EXERCISE REQUIREMENTS:
In the entries below, the lines from the one with "private tokensOfLine(): void" through the one with "else if (code === 38" are to be copied exactly; both ends count.

+--

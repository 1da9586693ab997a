/** A piece of Fortran as tokens, comments beside them: lines that go on are joined, lines for the preprocessor passed over. */
import type { SyntaxProblem } from '../../program/nodes.ts';
import type { Span } from '../../text/span.ts';
import { fixedField, isDigit, isFixedComment, isLetter, lineEnd, nextLine, type SourceForm, type Token, type TokenKind } from './tokens.ts';

export interface Lexed {
  readonly tokens: readonly Token[];
  /** Markers included. */
  readonly comments: readonly Span[];
  readonly problems: readonly SyntaxProblem[];
}

/** Lexes a piece. Never throws. */
export function lex(text: string, form: SourceForm): Lexed {
  const lexer = new Lexer(text, form);
  lexer.run();
  return lexer;
}

const number = /(?:\d+(?:\.(?!\s*[a-z]+\s*\.)\d*)?|\.\d+)(?:[ed][+-]?\d+)?(?:_[a-z]\w*|_\d+)?/iy;
const dotted = /\.\s*([a-z]+)\s*\./iy;
const operator = /\*\*|\/\/|\/=|==|<=|>=|=>|::|\(\/(?![/=])|\/\)|[-+*/=<>(),:%[\];&@?]/y;
const operators: Readonly<Record<string, string>> = { lt: '<', le: '<=', gt: '>', ge: '>=', eq: '==', ne: '/=' };
const directive = /^[!cC*](?:\$|dir\$|dec\$|gcc\$|pgi\$|ibm\*)/i;

class Lexer implements Lexed {
  readonly tokens: Token[] = [];
  readonly comments: Span[] = [];
  readonly problems: SyntaxProblem[] = [];
  private at = 0;
  /** Where the statement field of the current line ends. */
  private limit = 0;
  private end = 0;

  constructor(private readonly text: string, private readonly form: SourceForm) {}

  run(): void {
    let skipping = 0;
    let branch: boolean[] = [];
    while (this.at < this.text.length) {
      const start = this.at;
      this.end = lineEnd(this.text, start);
      if (this.text.charCodeAt(start) === 35) {
        ({ skipping, branch } = this.preprocessor(skipping, branch));
        continue;
      }
      if (skipping > 0) this.at = nextLine(this.text, this.end);
      else if (this.form === 'fixed') this.fixedLine(start);
      else this.freeLine();
    }
  }

  /** `#else` parts are left out, so that what is left opens and closes its blocks once. */
  private preprocessor(skipping: number, branch: boolean[]): { skipping: number; branch: boolean[] } {
    const word = /^#\s*(\w+)\s*(\w*)/.exec(this.text.slice(this.at, this.end));
    let end = this.end;
    while (this.text[end - 1] === '\\' && end < this.text.length) end = lineEnd(this.text, nextLine(this.text, end));
    this.at = nextLine(this.text, end);
    const now = skipping;
    if (word?.[1]?.startsWith('if')) {
      const off = word[1] === 'if' && word[2] === '0';
      return { skipping: now + (now > 0 || off ? 1 : 0), branch: [...branch, off] };
    }
    if (word?.[1] === 'endif') return { skipping: Math.max(0, now - 1), branch: branch.slice(0, -1) };
    if (word?.[1] !== 'else' && word?.[1] !== 'elif') return { skipping: now, branch };
    const off = branch.at(-1);
    if (now > 1 || (now === 1 && !off)) return { skipping: now, branch };
    return { skipping: now === 1 ? 0 : 1, branch: [...branch.slice(0, -1), now !== 0 ? false : (off ?? false)] };
  }

  private freeLine(): void {
    this.limit = this.end;
    this.tokensOfLine();
    if (this.tokens.at(-1)?.text === '&' && this.tokens.at(-1)?.kind === 'op') {
      this.tokens.pop();
      this.joinFree();
      return;
    }
    this.lineBreak();
  }

  /** The lines behind an ampersand: blank ones and comments do not end the statement. */
  private joinFree(): void {
    let at = nextLine(this.text, this.end);
    while (at < this.text.length) {
      const end = lineEnd(this.text, at);
      const line = this.text.slice(at, end);
      const trimmed = line.trimStart();
      if (trimmed !== '' && !trimmed.startsWith('!') && !line.startsWith('#')) break;
      if (trimmed.startsWith('!')) this.comment(at + line.length - trimmed.length, end);
      if (line.startsWith('#') && /^#\s*(?:el|end|if)/.test(line)) break;
      at = nextLine(this.text, end);
    }
    this.at = at;
    const lead = /^[ \t]*&/.exec(this.text.slice(at, at + 200));
    if (lead) this.at += lead[0].length;
  }

  private fixedLine(start: number): void {
    if (isFixedComment(this.text, start, this.end)) {
      const at = start + (/^[ \t]*/.exec(this.text.slice(start, this.end))?.[0].length ?? 0);
      this.comment(at, this.end);
      this.at = nextLine(this.text, this.end);
      return;
    }
    const field = fixedField(this.text, start, this.end);
    const tabbed = this.text.slice(start, Math.min(start + 6, this.end)).includes('\t');
    this.limit = tabbed ? this.end : Math.min(this.end, start + 72);
    this.at = field.continues ? field.start : start;
    if (!field.continues) this.label(start, Math.min(field.start, this.limit));
    this.tokensOfLine();
    if (this.fixedGoesOn()) this.at = nextLine(this.text, this.end);
    else this.lineBreak();
  }

  private label(start: number, end: number): void {
    const found = /^\s*(\d+)\s*$/.exec(this.text.slice(start, end));
    if (found) this.push('number', start + found[0].indexOf(found[1] as string), start + found[0].indexOf(found[1] as string) + (found[1] as string).length);
    if (found || this.text.slice(start, end).trim() === '') this.at = end;
  }

  /** Whether the next line that is no comment continues this one. */
  private fixedGoesOn(): boolean {
    for (let at = nextLine(this.text, this.end); at < this.text.length; ) {
      const end = lineEnd(this.text, at);
      if (this.text.slice(at, end).trim() !== '' && this.text[at] !== '#' && !isFixedComment(this.text, at, end)) return fixedField(this.text, at, end).continues;
      at = nextLine(this.text, end);
    }
    return false;
  }

  private lineBreak(): void {
    const next = nextLine(this.text, this.end);
    if (this.tokens.at(-1)?.kind !== 'break' && this.tokens.length > 0) this.tokens.push({ kind: 'break', text: '\n', start: this.end, end: next });
    this.at = next;
  }

  private tokensOfLine(): void {
    const { text } = this;
    while (this.at < this.limit) {
      const code = text.charCodeAt(this.at);
      if (code === 32 || code === 9) this.at++;
      else if (isLetter(code)) this.word();
      else if (isDigit(code)) this.number();
      else if (code === 33) return this.comment(this.at, this.end);
      else if (code === 39 || code === 34) this.quote();
      else if (code === 38 && this.form === 'free' && this.endsWithAmpersand()) this.ampersand();
      else if (code === 46) this.dot();
      else this.mark();
    }
  }

  private endsWithAmpersand(): boolean {
    return /^&[ \t]*(?:!|$)/.test(text80(this.text, this.at, this.end));
  }

  private ampersand(): void {
    const at = this.at;
    this.at++;
    while (this.at < this.end && this.text.charCodeAt(this.at) !== 33) this.at++;
    if (this.at < this.end) this.comment(this.at, this.end);
    this.tokens.push({ kind: 'op', text: '&', start: at, end: at + 1 });
    this.at = this.end;
    this.limit = this.end;
  }

  private push(kind: TokenKind, start: number, end: number, text = this.text.slice(start, end)): void {
    this.tokens.push({ kind, text, start, end });
    this.at = end;
  }

  private comment(start: number, end: number): void {
    this.at = end;
    if (!directive.test(this.text.slice(start, start + 6))) this.comments.push({ start, end: start + this.text.slice(start, end).trimEnd().length });
  }

  private word(): void {
    let end = this.at;
    while (end < this.limit && (isLetter(this.text.charCodeAt(end)) || isDigit(this.text.charCodeAt(end)))) end++;
    const quote = this.text[end];
    if ((quote === "'" || quote === '"') && (/^[boxz]$/i.test(this.text.slice(this.at, end)) || this.text[end - 1] === '_')) {
      const start = this.at;
      this.at = end;
      this.quote(start);
    } else this.push('name', this.at, end, this.text.slice(this.at, end).toLowerCase());
  }

  private number(): void {
    const hollerith = this.form === 'fixed' ? /^(\d+)[hH]/.exec(this.text.slice(this.at, this.at + 4)) : null;
    if (hollerith) return this.push('text', this.at, Math.min(this.limit, this.at + hollerith[0].length + Number(hollerith[1])));
    number.lastIndex = this.at;
    const end = number.test(this.text) ? Math.min(number.lastIndex, this.limit) : this.at + 1;
    this.push('number', this.at, end);
  }

  /** A number that begins with its point, or an operator between points. */
  private dot(): void {
    if (isDigit(this.text.charCodeAt(this.at + 1))) return this.number();
    dotted.lastIndex = this.at;
    const found = dotted.exec(this.text);
    if (found && dotted.lastIndex <= this.limit) {
      const word = (found[1] as string).toLowerCase();
      this.push('op', this.at, this.at + found[0].length, operators[word] ?? `.${word}.`);
    } else this.push('op', this.at, this.at + 1);
  }

  private mark(): void {
    operator.lastIndex = this.at;
    const mark = operator.test(this.text) ? this.text.slice(this.at, Math.min(operator.lastIndex, this.limit)) : (this.text[this.at] as string);
    if (mark === ';') return this.push('break', this.at, this.at + 1);
    if (/^\s$/.test(mark) || mark === '\uFEFF') {
      this.at++;
      return;
    }
    this.push('op', this.at, this.at + mark.length);
  }

  /** A text, doubled quotes in it; in free form it may go on behind an ampersand at the line's end. */
  private quote(start = this.at): void {
    const mark = this.text[this.at];
    let at = this.at + 1;
    for (;;) {
      if (at >= this.limit) {
        const next = this.textGoesOn();
        if (next === undefined) break;
        at = next;
      }
      if (this.text[at] === mark) {
        if (this.text[at + 1] !== mark || at + 1 >= this.limit) return this.push('text', start, at + 1);
        at++;
      }
      at++;
    }
    this.problems.push({ start, end: this.limit, message: `${mark} is not closed` });
    this.push('text', start, this.limit);
  }

  /** Where a text goes on that its line does not close; undefined where it does not. */
  private textGoesOn(): number | undefined {
    const next = nextLine(this.text, this.end);
    if (next >= this.text.length) return undefined;
    const end = lineEnd(this.text, next);
    if (this.form === 'fixed') {
      const field = fixedField(this.text, next, end);
      if (!field.continues || isFixedComment(this.text, next, end)) return undefined;
      this.end = end;
      this.limit = Math.min(end, next + 72);
      return Math.min(field.start, this.limit);
    }
    if (!/&[ \t]*$/.test(this.text.slice(Math.max(this.at, this.end - 40), this.end))) return undefined;
    this.end = end;
    this.limit = end;
    return next + (/^[ \t]*&/.exec(this.text.slice(next, end))?.[0].length ?? 0);
  }
}

function text80(text: string, start: number, end: number): string {
  return text.slice(start, Math.min(end, start + 80));
}
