/** What a program unit declares, as far as reading its statements asks for it. */

export class Scope {
  /** Names with dimensions or of characters: brackets behind them hold subscripts. */
  readonly arrays = new Set<string>();
  /** Every declared name. */
  readonly declared = new Set<string>();
  /** Names that an assignment, a read statement, a loop or a call may change. */
  readonly assigned = new Set<string>();
  readonly intents = new Map<string, 'in' | 'out' | 'inout'>();
  /** The types of names, where one is declared. */
  readonly types = new Map<string, string>();
  readonly optional = new Set<string>();
  /** Statement functions may stand here: no module brings in arrays. */
  usesModules = false;
  implicitNone = false;
  /** Of a procedure, where statement functions may stand and variables begin with a value. */
  isProcedure = false;
}
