/** Syntax and its common form. Source of the syntax: ECMA-262 (2025); TypeScript handbook. */
import { describe, expect, test } from 'vitest';
import { form } from './helpers.ts';

describe('expressions', () => {
  test.each([
    ['x = 1_000.5 + 0x10 + 1e-3 + 017', '(= x (+ (+ (+ 2001/2 16) 1/1000) 15))'],
    ['x = a ** -b % c', '(= x (% (** a (- b)) c))'],
    ['x = a | b >> 2', '(= x (bits a (bits b 2)))'],
    ['x = a?.b?.[0] ?? 5', '(= x (choose (?) (at (. a b) 0) 5))'],
    ['x = a && b && !c || d', '(= x (or (and a b (not c)) d))'],
    ['x = a === 3 ? b : -c', '(= x (choose (cmp a == 3) b (- c)))'],
    ['x = a["rho"] + a["b c"]', '(= x (+ (. a rho) (at a "b c")))'],
    ['x = { a: 1, b, "c d": 3, [k]: 4, f() { return 1; } }', '(= x {"a": 1, "b": b, "c d": 3 | (? k) 4})'],
    ['x = { ...a, b: 1 }', '(= x (? a 1))'],
    ['x = [1, -2, 3]', '(= x (list 1 (- 2) 3))'],
    ['x = [p, T]', '(= x (tuple p T))'],
    ['x = [1, , 3]', '(= x (? 1 3))'],
    ['x = new Pump(1, ...r)', '(= x (Pump 1 ...r))'],
    ['x = /[m]/.test(s)', '(= x ((. (?) test) s))'],
    ['x = (a, b)', '(= x (choose (? a) b None))'],
    ['x = xs.map((v) => 2 * v)', '(= x ((. xs map) (lambda (v) (* 2 v))))'],
    ['x = xs.map((v) => { total += v; let w = v; w = 2; })', '(= x ((. xs map) (? (:= total (?)))))'],
    ['x = await f(y)', '(= x (? (f y)))'],
    ['x = typeof y', '(= x (? y))'],
    ['x = y = z', '(= x y z)'],
    ['x = 12n', '(= x 12)'],
  ])('%s', (text, expected) => expect(form(text)).toBe(expected));
});

describe('texts are joined and not added', () => {
  test.each([
    ['x = "a" + T + p', '(= x (? (? "a" T) p))'],
    ['x = T + p + " bar"', '(= x (? (+ T p) " bar"))'],
    [`x = \`$\{T} K\` + p`, '(= x (? (? T) p))'],
    ['x = T.toFixed(1) + p', '(= x (? ((. T toFixed) 1) p))'],
    ['let s = ""; s = s + T + p', '(= s "")\n(= s (? (? s T) p))'],
    ['let s = ""; s += T;', '(= s "")\n(= s (? T))'],
    ['function f(s = "") { return s + T + p; }', 'def f(s="")\n  (return (? (? s T) p))'],
  ])('%s', (text, expected) => expect(form(text)).toBe(expected));

  test('a name that TypeScript knows as a text', () => {
    expect(form('function f(s: string, x: number) { return s + x + T; }', 'typescript')).toBe('def f(s : string, x : number)\n  (return (? (? s x) T))');
  });
});

describe('statements', () => {
  test.each([
    ['const a = 1, b = 2;', '(= a 1)\n(= b 2)'],
    ['let a, b;  // [m]', '(declare a) # [m]\n(declare b) # [m]'],
    ['let a = 1, b = 2;  // [m]', '(= a 1)\n(= b 2)'],
    ['a += 2; b++; --c; d **= 2; e <<= 1; f ||= 2', '(+= a 2)\n(+= b 1)\n(-= c 1)\n(**= d 2)\n(bits= e 1)\n(= f (? 2))'],
    ['const { tdb, tr: t = 20 } = x;', '(= tdb (. x tdb))\n(= t (choose (?) (. x tr) 20))'],
    ['const { q } = f(x);', '(= { q } (f x))\n(= q (. { q } q))'],
    ['[a, b] = [b, a]', '(= (tuple a b) (tuple b a))'],
    ['const [a, , b] = x;', '(= a (?))\n(= b (?))'],
    ['for (let i = 0; i < n; i++) y += x[i];', 'for i in (slice 0 n)\n  (+= y (at x i))'],
    ['for (t = 0; t < end; t += dt) f(t);', '(= t 0)\nwhile (cmp t < end)\n  (f t)\n  (+= t dt)'],
    ['for (const x of xs) { f(x); }', 'for x in xs\n  (f x)'],
    ['for (const k in o) f(k);', 'for k in (? o)\n  (f k)'],
    ['do { x -= 1; } while (x > 0)', 'while (cmp x > 0)\n  (-= x 1)'],
    ['if (a) b = 1; else if (c) b = 2; else b = 3;', 'if a\n  (= b 1)\nelif c\n  (= b 2)\nelse\n  (= b 3)'],
    ['switch (m) { case 1: a = 2; break; default: a = 3; }', 'match m\ncase\n  (= a 2)\n  (do)\ncase\n  (= a 3)'],
    ['try { a = 1; } catch (e) { throw e; } finally { b = 2; }', 'try\n  (= a 1)\nexcept\n  (raise e)\nfinally\n  (= b 2)'],
    ['outer: while (true) { continue outer; }', 'with \n  while True\n    (continue)'],
    ['(function () { a = 1; return 2; })();', 'with \n  (= a 1)\n  2'],
    ['function* g() { yield 2; }', 'def g()\n  (yield 2)'],
  ])('%s', (text, expected) => expect(form(text)).toBe(expected));
});

describe('functions and classes', () => {
  test.each([
    ['export const area = (d) => d ** 2;', 'def area(d)\n  (return (** d 2))'],
    ['const f = function (a = 1, ...r) { return a; };', 'def f(a=1, *r)\n  (return a)'],
    ['const f = ({ a, b: { c } }, [d]) => a;', 'def f({ a, b: { c } }, [d])\n  (= a (. { a, b: { c } } a))\n  (= { c } (. { a, b: { c } } b))\n  (= c (. { c } c))\n  (= (tuple d) [d])\n  (return a)'],
    ['class A extends B { static k = 1; d = 2; #e = 3; f = () => this.d; static g(x) { return x; } get h() { return 1; } }',
      'class A(B)\n  (= k 1)\n  (= d 2)\n  (= #e 3)\n  def f(this)\n    (return (. this d))\n  def g(x)\n    (return x)\n  def h(this) @property\n    (return 1)'],
    ['function Maker() { this.f = function (x) { return x; }; this.g = function (y) { return this.f(y); }; }', 'def Maker()\n  def f(x)\n    (return x)\n  def g(y)\n    (return (f y))'],
    ['exports.f = (x) => x; exports.g = 3;', 'def f(x)\n  (return x)\n(= g 3)'],
  ])('%s', (text, expected) => expect(form(text)).toBe(expected));

  test.each([
    ['interface Pump { D: number;  // [m]\n  readonly N?: number; f(): void }', 'class Pump()\n  (declare D : number) # [m]\n  (declare N : number)'],
    ['type P = { a: number };', 'class P()\n  (declare a : number)'],
    ['const x = <number>y! as any satisfies number;', '(= x y)'],
    ['class A<T> { private readonly d: number = 2; constructor(readonly b: number) {} abstract f(): T; }', 'class A()\n  (= d 2 : number)\n  def constructor(this, b : number)\n    (= (. this b) b)'],
    ['function f(a: number): number;\nfunction f(a?: any) { return a; }', 'def f(a : any=(?))\n  (return a)'],
    ['enum E { A, B = 2 }\ndeclare const z: number;\nlet u: number;', '(declare u : number)'],
    ['namespace N { export const k = 2; }', 'with \n  (= k 2)'],
  ])('%s', (text, expected) => expect(form(text, 'typescript')).toBe(expected));
});

describe('modules', () => {
  test.each([
    ["import a, { b, c as d } from './x.js';", '(import ../x.js default:a)\n(import ../x.js b c:d)'],
    ["import * as n from 'mathjs';", '(import mathjs as n)'],
    ["const { a, b: c } = require('./x');", '(import ../x a b:c)'],
    ["const x = require('./x'), y = require('./y').z;", '(import ../x as x)\n(import ../y z:y)'],
    ["export { a as b }; export { c } from './c'; export * from './d'; export * as e from './e';", '(= b a)\n(import ../c c)\n(import ../d *)\n(import ../e as e)'],
    ['export default function f() { return 1; }', 'def f()\n  (return 1)\n(= default f)'],
    ['export default (x) => x;', 'def default(x)\n  (return x)'],
    ['export default 3;', '(= default 3)'],
    ['module.exports = { f, g: h, k: 2 };', '(= g h)\n(= k 2)'],
    ['module.exports = f;', '(= default f)'],
  ])('%s', (text, expected) => expect(form(text)).toBe(expected));
});
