import { describe, expect, it } from 'vitest';
import { formOf } from '../../harness/python.ts';

const table = (rows: readonly (readonly [string, string])[]): void => {
  it.each(rows.map(([text, form]) => [text, form] as const))('%s', (text, form) => expect(formOf(text)).toBe(form));
};

describe('numbers', () => {
  table([
    ['64./Re', '(/ 64 Re)'],
    ['1e-3', '1/1000'],
    ['1_000.5', '2001/2'],
    ['.5', '1/2'],
    ['1E5', '100000'],
    ['0x1F', '31'],
    ['0b101', '5'],
    ['0o17', '15'],
    ['5j', '5j?'],
    ['1.5e-7', '3/20000000'],
    ['007', '7'],
  ]);
  it('are unknown where they are too long to be anything that was typed', () => expect(formOf('9'.repeat(500))).toMatch(/^9+\?$/));
  it('are unknown beyond any exponent that is written', () => expect(formOf('1e99999')).toBe('1e99999?'));
});

describe('operators', () => {
  table([
    ['a + b*c', '(+ a (* b c))'],
    ['(a + b)*c', '(* (+ a b) c)'],
    ['-x**2', '(- (** x 2))'],
    ['2**-x', '(** 2 (- x))'],
    ['a**b**c', '(** a (** b c))'],
    ['a @ b // c % d', '(% (// (@ a b) c) d)'],
    ['a | b & c', '(bits a (bits b c))'],
    ['~a << 2', '(bits (bits a) 2)'],
    ['a < b <= c', '(cmp a < b <= c)'],
    ['a not in b', '(cmp a not in b)'],
    ['a is  not None', '(cmp a is not None)'],
    ['a <> b', '(cmp a != b)'],
    ['a and b and not c or d', '(or (and a b (not c)) d)'],
    ['a \\\n in b', '(cmp a in b)'],
    ['[a, \\\n b]', '(list a b)'],
    ['a and (b and c)', '(and a (and b c))'],
    ['a if b else c if d else e', '(choose b a (choose d c e))'],
    ['(n := f(x)) + 1', '(+ (:= n (f x)) 1)'],
    ['lambda x, y=2, *a, **k: x + y', '(lambda (x, y=2, *a, **k) (+ x y))'],
    ['lambda: 0', '(lambda () 0)'],
  ]);
});

describe('access and calls', () => {
  table([
    ['a.b.c', '(. (. a b) c)'],
    ['d["p"]', '(at d "p")'],
    ["df.loc[:, 'p']", '(at (. df loc) (slice None None) "p")'],
    ['a[1:]', '(at a (slice 1 None))'],
    ['a[:n]', '(at a (slice None n))'],
    ['a[::2]', '(at a (slice None None 2))'],
    ['a[i:j:k]', '(at a (slice i j k))'],
    ['a[..., 0]', '(at a (?) 0)'],
    ['a[(i, j)]', '(at a i j)'],
    ['df[["a", "b"]]', '(at df (list "a" "b"))'],
    ['f(x, *r, k=1, **kw)', '(f x ...r k=1 ...kw)'],
    ['f(x)(y).z[0]', '(at (. ((f x) y) z) 0)'],
    ['dict(a=1)', '{"a": 1}'], ['dict(x, a=1)', '(dict x a=1)'],
    ['sum(x for x in y)', '(sum (each x for x in y))'],
    ['await z', '(? z)'],
  ]);
});

describe('collections', () => {
  table([
    ['1, 2', '(tuple 1 2)'],
    ['(1,)', '(tuple 1)'],
    ['()', '(tuple)'],
    ['[1, *b]', '(list 1 (? b))'],
    ['{1, 2}', '(set 1 2)'],
    ['{}', '{}'],
    ["{'a': 1, \"b\": x}", '{"a": 1, "b": x}'],
    ["{'a': 1, k: 2, **o}", '{"a": 1 | k 2 (? o)}'],
    ['[i*2 for i in r if i > 2 for j in q]', '(each (* i 2) for i in r for j in q if (cmp i > 2))'],
    ['{k: v for k, v in z}', '(each k: v for (tuple k v) in z)'],
    ['{k for k in z}', '(each k for k in z)'],
    ['[x async for x in y]', '(each x for x in y)'],
  ]);
});

describe('texts', () => {
  table([
    ['"a" \'b\'', '"ab"'],
    ['x = r"\\d"', '(= x "\\\\d")'],
    ['"a" + "b"', '(+ "a" "b")'],
    ['f"plain"', '"plain"'],
    ['f"{x:.2f} {y!r:>{w}} {z=}"', '(? x y w z)'],
    ['"a" f"{b}"', '(? "a" (? b))'],
    ['True, False, None', '(tuple True False None)'],
    ['...', '(?)'],
  ]);
});

describe('depth', () => {
  it('keeps what is written by hand', () => expect(formOf(`${'('.repeat(150)}x${')'.repeat(150)} + 1`)).toBe('(+ x 1)'));
  it.each(['(', '[', '-', 'not ', 'f(', 'a + ', 'lambda: ', '{1: ', 'x if y else '])('survives ten thousand of %s', (piece) => {
    expect(formOf(`x = 1\ny = ${piece.repeat(10_000)}1\nz = 2`)).toContain('(= x 1)');
  });
  it('is unknown beyond its limit, and the rest of the file is read', () => {
    const form = formOf(`y = ${'('.repeat(10_000)}x${')'.repeat(10_000)}\nz = 2`);
    expect(form).toBe('(= y (?)) / (= z 2)');
  });
  it('reads the end of a sum of a thousand terms', () => expect(formOf(`y = ${'a + '.repeat(1000)}b`)).toMatch(/^\(= y \(\+ \(\+ .*\?.* b\)\)$/));
  it('survives blocks in blocks', () => {
    const text = Array.from({ length: 600 }, (_, depth) => `${' '.repeat(depth)}if x:`).join('\n');
    expect(formOf(`a = 1\n${text}\n${' '.repeat(600)}b = 1\nc = 2`)).toContain('(= a 1)');
  });
});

+--

SOLVED EXERCISE:
  private tokensOfLine(): void {
    const { text } = this;
    while (this.at < this.limit) {
      const code = text.charCodeAt(this.at);
      if (code === 32 || code === 9) this.at++;
      else if (isLetter(code)) this.word();
      else if (isDigit(code)) this.number();
      else if (code === 33) return this.comment(this.at, this.end);
      else if (code === 39 || code === 34) this.quote();
      else if (code === 38 && this.form === 'free' && this.endsWithAmpersand()) this.ampersand();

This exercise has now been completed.